Контроль стерильности

Для контроля стерильности проводят инкубацию при 35 °С в течение 24 или более часов репрезентативного количества чашек с агаром из каждой партии при определении чувствительности ДДМ, чашек с агаром или пробирок с бульоном, не содержащих антибиотиков, при тестировании методом разведений в агаре или макроразведений в бульоне, соответственно. При определении чувствительности методом микроразведений контроль стерильности производится по специально выделенным для этой цели лункам микротитровального планшета, в которые не вносят растворы антибиотиков и микробную взвесь.

Проверка рН агара

В условиях рутинной работы лаборатории допустимо не контролировать рН приготовленного агара, если результаты тестирования контрольных штаммов находятся в необходимых границах. При возникновении проблем с результатами тестирования контрольных штаммов, особенно к АБП, активность которых может существенно изменяться под влиянием рН питательной среды (например, аминогликозиды, макролиды, тетрациклины и др.), необходимо провести определение рН среды после автоклавирования, внесения всех необходимых добавок и охлаждения до комнатной температуры (25 °С). Для достоверного определения рН необходимо использовать рН-метр с поверхностно-активным электродом, другие методы определения рН (с помощью лакмусовой бумаги, обычного рН-метра) не должны использоваться, так как не обеспечивают получения достаточно точных результатов. Приемлемый диапазон рН для питательных сред для определения чувствительности 7,2 – 7,4. При рН среды, выходящей за указанные пределы, возможны существенные отклонения результатов определения чувствительности от должных значений.

Контроль катионного состава

Для получения воспроизводимых результатов определения чувствительности к АБП (особенно к аминогликозидам, фторхинолонам, карбапенемам, тетрациклинам и некоторым другим) питательная среда должна содержать строго стандартизированные концентрации двухвалентных катионов, прежде всего Са2+ и Mg2+ (Са2+ = 20 - 25 мг/л и Mg2+ = 10 - 12,5 мг/л). Применение метода атомной абсорбционной спектрофотометрии для непосредственной оценки концентрации двухвалентных катионов в среде в повседневной практике мало реально.
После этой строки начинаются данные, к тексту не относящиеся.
using System.Runtime.Intrinsics;

namespace WearWatch.Diagnosis.Roads;

/// <summary>
/// Four right-hand sides at once of the vehicles' part of the road system (gains, levels and crowns held), in single precision, which
/// is ample for standard errors. Vectors stand as 16 numbers a vehicle: four lanes of the first right-hand side, of the second, and so on.
/// </summary>
internal sealed class FourSolves
{
    public const int Sides = 4, Stride = Sides * Lanes;
    private const int Lanes = RoadProblem.Lanes;
    private const int Half = Stride / 2;

    private readonly RoadSystem _s;
    private readonly float[] _perPivot, _diagonal, _block, _share;
    private readonly float[] _direction, _times, _scaled;

    public FourSolves(RoadSystem system)
    {
        _s = system;
        _perPivot = Array.ConvertAll(system.Pivot, p => (float)(1 / p));
        _diagonal = Array.ConvertAll(system.Diagonal, d => (float)d);
        _block = Array.ConvertAll(system.Block, b => (float)b);
        _share = new float[Sides * system.Graph.Cells];
        var length = Stride * system.Graph.Vehicles;
        (_direction, _times, _scaled) = (new float[length], new float[length], new float[length]);
        (Slow, SlowWeight) = (new float[Lanes * system.Graph.Vehicles], new double[system.Components]);
    }

    /// <summary>The slow direction of each component, and the reduced system's value on it; 0 where there is none.</summary>
    public float[] Slow { get; }
    public double[] SlowWeight { get; }

    /// <summary>Adds to x the solution for what right holds; right is used up.</summary>
    public void Solve(float[] right, float[] x, double fall, int most)
    {
        var (residual, direction, times, scaled) = (right, _direction, _times, _scaled);
        Precondition(residual, scaled);
        var energy = Dots(residual, scaled);
        var goal = energy.Select(e => e * fall * fall).ToArray();
        scaled.CopyTo(direction, 0);
        for (var step = 0; step < most && Enumerable.Range(0, Sides).Any(k => energy[k] > goal[k]); step++)
        {
            Multiply(direction, times);
            var curvature = Dots(direction, times);
            var length = energy.Zip(curvature, (e, c) => c > 0 ? e / c : 0).ToArray();
            var (low, high) = (Halves(length, 0), Halves(length, 2));
            Rows((at, half) =>
            {
                var factor = half == 0 ? low : high;
                (Vector256.LoadUnsafe(ref x[at]) + factor * Vector256.LoadUnsafe(ref direction[at])).StoreUnsafe(ref x[at]);
                (Vector256.LoadUnsafe(ref residual[at]) - factor * Vector256.LoadUnsafe(ref times[at])).StoreUnsafe(ref residual[at]);
            });
            Precondition(residual, scaled);
            var next = Dots(residual, scaled);
            var keep = next.Zip(energy, (n, e) => e > 0 ? n / e : 0).ToArray();
            (low, high) = (Halves(keep, 0), Halves(keep, 2));
            Rows((at, half) => (Vector256.LoadUnsafe(ref scaled[at]) + (half == 0 ? low : high) * Vector256.LoadUnsafe(ref direction[at])).StoreUnsafe(ref direction[at]));
            energy = next;
        }
    }

    public void Multiply(float[] x, float[] product)
    {
        var graph = _s.Graph;
        graph.ByCell.Each((_, from, to) =>
        {
            var (vehicleOf, byCell) = (graph.VehicleOf, _s.ByCell);
            for (var c = from; c < to; c++)
            {
                var (low, high) = (Vector256<float>.Zero, Vector256<float>.Zero);
                for (var j = graph.CellFrom[c]; j < graph.CellFrom[c + 1]; j++)
                {
                    var (load, at) = (Twice(byCell, j), Stride * vehicleOf[j]);
                    low += load * Vector256.LoadUnsafe(ref x[at]);
                    high += load * Vector256.LoadUnsafe(ref x[at], Half);
                }
                var scale = _perPivot[c];
                _share[Sides * c] = scale * Vector128.Sum(low.GetLower());
                _share[Sides * c + 1] = scale * Vector128.Sum(low.GetUpper());
                _share[Sides * c + 2] = scale * Vector128.Sum(high.GetLower());
                _share[Sides * c + 3] = scale * Vector128.Sum(high.GetUpper());
            }
        });
        graph.ByVehicle.Each((_, from, to) =>
        {
            var witnesses = Vector256.Create(-1, -1, -1, 0, -1, -1, -1, 0).AsSingle();
            var (cellOf, coefficients) = (graph.CellOf, _s.Coefficients);
            for (var v = from; v < to; v++)
            {
                var (low, high) = (Vector256<float>.Zero, Vector256<float>.Zero);
                for (var e = graph.VehicleFrom[v]; e < graph.VehicleFrom[v + 1]; e++)
                {
                    var (load, cell) = (Twice(coefficients, e), Sides * cellOf[e]);
                    low += load * Vector256.Create(Vector128.Create(_share[cell]), Vector128.Create(_share[cell + 1]));
                    high += load * Vector256.Create(Vector128.Create(_share[cell + 2]), Vector128.Create(_share[cell + 3]));
                }
                var (diagonal, at) = (Twice(_diagonal, v), Stride * v);
                ((diagonal * Vector256.LoadUnsafe(ref x[at]) - low) & witnesses).StoreUnsafe(ref product[at]);
                ((diagonal * Vector256.LoadUnsafe(ref x[at], Half) - high) & witnesses).StoreUnsafe(ref product[at], Half);
            }
        });
    }

    /// <summary>Vehicles' blocks, and the slow directions beside them.</summary>
    public void Precondition(float[] r, float[] z)
    {
        var slow = SlowParts(r, Slow);
        for (var k = 0; k < slow.Length; k++) slow[k] = SlowWeight[k / Sides] > 0 ? slow[k] / SlowWeight[k / Sides] : 0;
        _s.Graph.ByVehicle.Each((_, from, to) =>
        {
            for (var v = from; v < to; v++)
                for (var side = 0; side < Sides; side++)
                {
                    var (at, block) = (Stride * v + Lanes * side, 3 * Lanes * v);
                    var answer = Vector128.LoadUnsafe(ref _block[block]) * r[at] + Vector128.LoadUnsafe(ref _block[block + Lanes]) * r[at + 1] + Vector128.LoadUnsafe(ref _block[block + 2 * Lanes]) * r[at + 2];
                    (answer + Vector128.LoadUnsafe(ref Slow[Lanes * v]) * (float)slow[Sides * _s.Component[v] + side]).StoreUnsafe(ref z[at]);
                }
        });
    }

    /// <summary>Each component's product of the vectors with a direction, four sides a component.</summary>
    public double[] SlowParts(float[] r, float[] direction)
    {
        var parts = new double[Sides * _s.Components];
        for (var v = 0; v < _s.Graph.Vehicles; v++)
        {
            var (mine, at) = (Vector128.LoadUnsafe(ref direction[Lanes * v]), Sides * _s.Component[v]);
            for (var side = 0; side < Sides; side++) parts[at + side] += Vector128.Sum(mine * Vector128.LoadUnsafe(ref r[Stride * v + Lanes * side]));
        }
        return parts;
    }

    private double[] Dots(float[] a, float[] b)
    {
        var parts = new double[_s.Graph.ByVehicle.Count][];
        _s.Graph.ByVehicle.Each((part, from, to) =>
        {
            var sum = new double[Sides];
            for (var v = from; v < to; v++)
                for (var side = 0; side < Sides; side++)
                    sum[side] += Vector128.Sum(Vector128.LoadUnsafe(ref a[Stride * v + Lanes * side]) * Vector128.LoadUnsafe(ref b[Stride * v + Lanes * side]));
            parts[part] = sum;
        });
        return RoadSystem.Sum(parts, Sides);
    }

    private void Rows(Action<int, int> half)
    {
        for (var at = 0; at < Stride * _s.Graph.Vehicles; at += Half) half(at, at % Stride / Half);
    }

    private static Vector256<float> Twice(float[] coefficients, int pair)
    {
        var four = Vector128.LoadUnsafe(ref coefficients[Lanes * pair]);
        return Vector256.Create(four, four);
    }

    private static Vector256<float> Halves(double[] factors, int first) =>
        Vector256.Create(Vector128.Create((float)factors[first]), Vector128.Create((float)factors[first + 1]));
}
О содержании в среде двухвалентных катионов косвенно можно судить по результатам тестирования чувствительности контрольного штамма Pseudomonas aeruginosa ATCC 27853 к аминогликозидам (диаметр зоны вокруг диска с гентамицином должен быть в пределах 16 - 21 мм, а МПК гентамицина – в пределах 0,5 - 2,0 мкг/мл).

Контроль содержания тимина и тимидина

При определении чувствительности к АБП из группы антагонистов фолиевой кислоты (антифолатов) – сульфаниламидов и триметоприма – критически важным показателем является содержание антагонистов действия этих препаратов – тимина и тимидина в питательной среде. Питательные среды для определения чувствительности к сульфаниламидам и триметоприму должны содержать минимальные концентрации тимидина. О пригодности питательной среды для определения чувствительности к антифолатам можно косвенно судить по результатам тестирования контрольного штамма Enterococcus faecalis ATCC 29212. Среда считается удовлетворительной по качеству при МПК триметоприма/сульфаметоксазола в отношении E.faecalis ATCC 29212 ‹ 0,5/9,5 мг/л и диаметре зоны подавления роста вокруг диска с этим АБП ≥ 20 мм.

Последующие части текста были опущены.